As moms, and parents, we all compare our kids, don’t we? I recently saw a unofficial poll on BabyCenter asking moms how much they compared their children. The answers were “always,” “sometimes,” and “never.” I have to admit, I said “always” because, well, I do. It’s understandable that I would compare my baby to others because I compare myself to others. I’m seeing a pattern here.
I know it’s “bad” but it’s almost automatic. I do it because I want to make sure she’s “doing OK,” but is that just masking something else? I can literally see she’s doing OK with my own eyes. If I wasn’t in a large city, going to moms groups or talking to other moms with small babies, I would say Jackie is doing fabulous. So why is it when I go to my moms group I have to be sure she is “keeping up” with the other little ones? It’s crazy. It’s mom brain crazy.
I was talking about this to a new friend of mine who is also a new mom. I connected with a few women in my first moms group at Isis Maternity here in Boston (Brookline). Due to her son being a bit younger than Jackie, I was constantly comparing Jackie to her son.. although they couldn’t have been any different!
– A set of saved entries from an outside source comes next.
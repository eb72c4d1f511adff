// Divider pairs against every pair of the series, and against a divider of a handbook's kind.

import { describe, expect, it } from 'vitest';
import { dividerPairs, nextPreferred, SERIES, SERIES_NAMES } from '../../src/quantity/index.ts';
import type { SeriesName } from '../../src/quantity/index.ts';
import { createDraw } from '../support/counter-random.ts';

/** The least 10 |ratio error| + |parallel error| over every pair of a series within four decades. */
function least(ratio: number, parallel: number, series: SeriesName): number {
  const values: number[] = [];
  for (let value = parallel / 10; value < parallel * 1e4; values.push(value))
    value = nextPreferred(series, value, 'up');
  let best = Infinity;
  for (const upper of values) {
    for (const lower of values) {
      const off = (x: number, y: number): number => Math.abs(x / y - 1);
      const error = 10 * off(lower / (upper + lower), ratio) + off((upper * lower) / (upper + lower), parallel);
      best = Math.min(best, error);
    }
  }
  return best;
}

describe.each(SERIES_NAMES.filter((name) => name !== 'E192'))('of %s', (series) => {
  it.each([
    [0.5, 1e5],
    [0.3, 47e3],
    [0.07, 1e4],
    [0.91, 250],
    [0.402, 1.234e6],
  ])('the best pair for a ratio of %f and %f ohm is that of all pairs', (ratio, parallel) => {
    const [best] = dividerPairs({ ratio, parallel, series }, 3);
    const error = 10 * Math.abs(best!.ratioError) + Math.abs(best!.parallelError);
    expect(error).toBeLessThanOrEqual(least(ratio, parallel, series) * (1 + 1e-12) + 1e-15);
  });
});

describe.each(SERIES_NAMES)('the list of %s', (series) => {
  it('is the head of all pairs within a factor of ten of the exact resistors, in the order of their rank', () => {
    const draw = createDraw(63);
    for (let n = 0; n < 6; n++) {
      const wanted = { ratio: 0.05 + 0.9 * draw(), parallel: 10 ** (2 + 5 * draw()) };
      const found = dividerPairs({ ...wanted, series }, 7).map(({ upper, lower }) => [upper, lower]);
      // The n-th want of seed 63.
      expect({ n, found }).toEqual({ n, found: ranked(series, wanted).slice(0, 7) });
    }
  });
});

/** Every pair of a table of values over eleven decades, sorted. */
function ranked(series: SeriesName, wanted: { ratio: number; parallel: number }): number[][] {
  const digits = SERIES[series][0] === 10 ? 1 : 2;
  const values = Array.from({ length: 11 }, (_, decade) =>
    SERIES[series].map((printed) => Number(`${printed}e${decade - digits}`)),
  ).flat();
  const near = (exact: number): number[] => values.filter((value) => value >= exact / 10 && value <= exact * 10);
  return near(wanted.parallel / wanted.ratio)
    .flatMap((upper) =>
      near(wanted.parallel / (1 - wanted.ratio)).map((lower) => {
        const ratio = lower / (upper + lower);
        const rank = 10 * Math.abs(ratio / wanted.ratio - 1) + Math.abs((upper * ratio) / wanted.parallel - 1);
        return [rank, upper, lower];
      }),
    )
    .toSorted((a, b) => a[0]! - b[0]! || a[1]! - b[1]!)
    .map(([, upper, lower]) => [upper!, lower!]);
}

it('pairs say what they come to, the best first', () => {
  const pairs = dividerPairs({ ratio: 1 / 3, parallel: 66.7e3, series: 'E24' }, 6);
  expect(pairs).toHaveLength(6);
  expect(pairs[0]).toMatchObject({ upper: 200e3, lower: 100e3 });
  expect(pairs[0]!.ratioError).toBeCloseTo(0, 12);
  expect(pairs[0]!.parallelError).toBeCloseTo(66.666e3 / 66.7e3 - 1, 4);
  const ranks = pairs.map(({ ratioError, parallelError }) => 10 * Math.abs(ratioError) + Math.abs(parallelError));
  expect(ranks).toEqual(ranks.toSorted((a, b) => a - b));
  for (const { upper, lower, ratio, parallel } of pairs) {
    expect(ratio).toBeCloseTo(lower / (upper + lower), 12);
    expect(1 / parallel).toBeCloseTo(1 / upper + 1 / lower, 15);
  }
});

it('what no divider can be is refused', () => {
  for (const ratio of [0, 1, -0.5, 2, NaN])
    expect(() => dividerPairs({ ratio, parallel: 1e4, series: 'E24' }, 1)).toThrow(RangeError);
  for (const parallel of [0, -1, Infinity, NaN])
    expect(() => dividerPairs({ ratio: 0.5, parallel, series: 'E24' }, 1)).toThrow(RangeError);
});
He was HUGE as a baby, Jackie normal or small, he was very strong and although Jackie was too, there was really no comparison. However, he’s been reaching his milestones quicker than Jackie. Was I doing something wrong, what was wrong with Jackie? What could I read, research, ask to make it better?!?!? It was really getting out of hand.
I was recently talking about “sitting up” more often than not and my friend “C” caught me. I didn’t realize I had been worrying about it, but once again, good reason to write things down, have a blog, etc. People catch you in your craziness and stop the insanity.
I asked her if I could re-post what she sent me in a message.. I thought it was brilliant and luckily she said yes.. so here it is:
“I think it’s really important for us to remember that we aren’t in control of our kid’s milestones. We can help them and encourage them to some degree, but their milestone markers aren’t ultimately reflections on us or of how we parent. Jax likely wouldn’t be getting up on her arms any more if you’d done lots of tummy time. It’s likely just how she’s wired. By the same token, I have friends who have babies that cry all the time, are not what we deem of as happy babies, but the parents are happy people, who shower their kids with love. The kid is just grumpy but will grow out of it. Some kids are super chill and don’t accomplish milestones at a fast pace even though their parents may be strong or active individuals.
I think we feel good about ourselves when our kids are developing well…and we’re allowed to feel good, but we shouldn’t get too attached in either direction. We need to hold onto something, but sometimes it means we put too much stock in our child as a reflection of our parenting. It’s hard to strike a balanced approached to all this. A constant learning curve, isn’t it?”
It definitely is a learning curve and, at least for me, I need to chill on the comparing. I can see more and more that this is more a reflection of me rather than wondering if my child is doing well. Honestly, I think this has more to do with how I am doing as a parent. Yikes.
For any parents reading this, do you compare and how much do you do it? Feel free to comment. I’d love to get your views.